The RISD Lunar Rover is a competition vehicle designed to compete in the NASA Rover challenge. The annual event sees teams race across a simulated extraterrestrial terrain, which consists of crates, boulders, ridges, inclines, crevasses, and sand pits. This time around our team decided that it was time to retire the old chassis and design and build a brand new vehicle from the ground up. The new design was lighter, more maneuverable, improved upon driver ergonomics, and incorporated better data collection, which included, among other things, a speedometer and a GPS unit. This was a ten months project with a team composed of roughly 18 people total.
Project Design Leader
Space Frame Chassis
When it came to designing the chassis, we decided to go with a space frame design. This setup enabled us to design a chassis that was very light, stiff, and strong. It also enabled us to easily install other components, like the differential and electronic, inside to confines of the frame, providing protection to the most delicate items.
Improving the ergonomics was something we wanted to focus on from the very beginning. The previous rover was suffering from compromises that were made in order to assure completion which lead to the riders being very unhappy with the comfort level of the buggy. We decided to stick with carbon fiber again but we redid the geometry to assure both comfort and strength.
One of the biggest challenges was to design a rover that could fold up and be placed within a 5 x 5 x 5 foot cube. The new rover was 8 feet long and in order to collapse it, we designed a single dual hinge to make the unfolding as fast as possible. This enabled us to get the buggy to stand vertically and fit within the box.
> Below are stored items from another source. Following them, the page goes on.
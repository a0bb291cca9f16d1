package sfh

import (
	"math"

	"gonum.org/v1/gonum/mathext"
)

// invSqrt2Pi is 1/√(2π), the peak of the standard normal density.
const invSqrt2Pi = 0.39894228040143267794

// normCDF returns Φ(z), accurate to full relative precision in the lower tail.
func normCDF(z float64) float64 { return 0.5 * math.Erfc(-z/math.Sqrt2) }

// normSF returns 1 − Φ(z), accurate to full relative precision in the upper tail.
func normSF(z float64) float64 { return 0.5 * math.Erfc(z/math.Sqrt2) }

func normPDF(z float64) float64 { return invSqrt2Pi * math.Exp(-0.5*z*z) }

// normalQuantile returns Φ⁻¹(p). gonum's NormalQuantile is Wichura's AS 241,
// accurate to about 1e-16 relative down to the smallest normal p, which the
// tail-first inversion below relies on. Out-of-range p saturates instead of
// panicking.
func normalQuantile(p float64) float64 {
	switch {
	case p <= 0:
		return math.Inf(-1)
	case p >= 1:
		return math.Inf(1)
	case math.IsNaN(p):
		return math.NaN()
	}
	return mathext.NormalQuantile(p)
}

// truncNormal is the standard normal restricted to [a, b]. The mass is split
// at zero so that each side is computed, and inverted, in the tail where it is
// accurate: a bin eight sigma from a burst still gets its 1e-16 of mass right
// to many digits instead of to none.
type truncNormal struct {
	a, b  float64
	lower float64 // mass on [a, min(b, 0)]
	upper float64 // mass on [max(a, 0), b]
	cdfA  float64 // Φ(a), used when a < 0
	sfC   float64 // 1 − Φ(max(a, 0)), used when b > 0
}

func newTruncNormal(a, b float64) truncNormal {
	t := truncNormal{a: a, b: b}
	if a < 0 {
		t.cdfA = normCDF(a)
		t.lower = math.Max(normCDF(math.Min(b, 0))-t.cdfA, 0)
	}
	if b > 0 {
		t.sfC = normSF(math.Max(a, 0))
		t.upper = math.Max(t.sfC-normSF(b), 0)
	}
	return t
}

// mass returns Φ(b) − Φ(a).
func (t *truncNormal) mass() float64 { return t.lower + t.upper }

// quantile returns the z in [a, b] at which the truncated CDF equals u.
func (t *truncNormal) quantile(u float64) float64 {
	m := u * (t.lower + t.upper)
	var z float64
	if m < t.lower {
		z = normalQuantile(t.cdfA + m)
	} else {
		z = -normalQuantile(t.sfC - (m - t.lower))
	}
	return clamp(z, t.a, t.b)
}

// mean returns the mean of z on [a, b]: (φ(a) − φ(b)) / (Φ(b) − Φ(a)).
func (t *truncNormal) mean() float64 {
	z := t.mass()
	if z <= 0 {
		return math.NaN()
	}
	return clamp((normPDF(t.a)-normPDF(t.b))/z, t.a, t.b)
}

func clamp(x, lo, hi float64) float64 {
	if x < lo {
		return lo
	}
	if x > hi {
		return hi
	}
	return x
}
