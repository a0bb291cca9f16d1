package sfh

import "math"

// normalShape is Burst: a Gaussian of centre mu and width sigma truncated to
// [0, MaxAgeGyr] and renormalised there.
type normalShape struct {
	maxAge    float64
	mu, sigma float64
	norm      float64 // Φ((maxAge−mu)/sigma) − Φ(−mu/sigma)
}

func newNormalShape(mu, sigma, maxAge float64) *normalShape {
	tn := newTruncNormal(-mu/sigma, (maxAge-mu)/sigma)
	return &normalShape{maxAge: maxAge, mu: mu, sigma: sigma, norm: tn.mass()}
}

func (s *normalShape) z(age float64) float64 { return (age - s.mu) / s.sigma }

func (s *normalShape) pdf(age float64) float64 {
	if age < 0 || age > s.maxAge {
		return 0
	}
	return normPDF(s.z(age)) / (s.sigma * s.norm)
}

func (s *normalShape) mass(lo, hi float64) float64 {
	tn := newTruncNormal(s.z(lo), s.z(hi))
	return tn.mass() / s.norm
}

func (s *normalShape) mean(lo, hi float64) float64 {
	tn := newTruncNormal(s.z(lo), s.z(hi))
	m := tn.mean()
	if math.IsNaN(m) {
		return m
	}
	return clamp(s.mu+s.sigma*m, lo, hi)
}

func (s *normalShape) span(lo, hi float64) span {
	tn := newTruncNormal(s.z(lo), s.z(hi))
	return span{
		kind:  spanNormal,
		lo:    lo,
		hi:    hi,
		mass:  tn.mass() / s.norm,
		mu:    s.mu,
		sigma: s.sigma,
		tn:    tn,
	}
}

func (s *normalShape) breaks(dst []float64) []float64 {
	dst = append(dst, s.mu)
	for _, k := range []float64{0.5, 1, 1.5, 2, 3, 4, 6, 8, 12} {
		dst = append(dst, s.mu-k*s.sigma, s.mu+k*s.sigma)
	}
	return dst
}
One of the big issues that needed to be solved in the new design was the rear drivetrain. Because the drivers faced two different directions the rover was equipped with two separate drivetrains. The problem was the rear driver had to peddle in the wrong direction in order to move the rover in the correct direction. In order to overcome this issue, we designed the drivetrain so that the normal pedaling direction would result in the wheel turning in the reverse direction.
In the very early stages of the development process we toyed around with a few different ideas. These included 3 wheel vs. 4 wheel designs, complete carbon fiber body, drivers sitting side by side, etc. We decided to go with a three-wheel design because of weight and stability. We also decided to put the drivers back to back so that we can keep the weight of the rover as centered as possible.
Designing the actually chassis was one of the most challenging aspects of the process. We start out by doing sketch models made from straws and hot glue. Once we had a sufficient enough idea of where we wanted to go we moved up in scale. We did some tests with PVC tubing and after we decided on a final size, we went to CAD to finalize the geometry.
At this point we had narrowed it down to 3 chassis. In order to get the lightest and strongest one possible, a finite analysis was conducted on each of the chassis to see which one would preform the best and which would be the lightest. This helped us finalize the chassis and then construction started.
The fabrication took place at the RISD shops. A large amount of the chromoly tubing was sourced from Cartesian tubing. The tubing was then cleaned and brazed using brass filler rod in order to assure maximum strength under racing conditions without worrying about annealing the steel.
Once the bulk of the brazing was done, we started fabricating other components like steering, suspension, wheels, seats, and drivetrain. We machined, molded carbon fiber, and 3D printed components in order to get the rover finished and ready for the competition.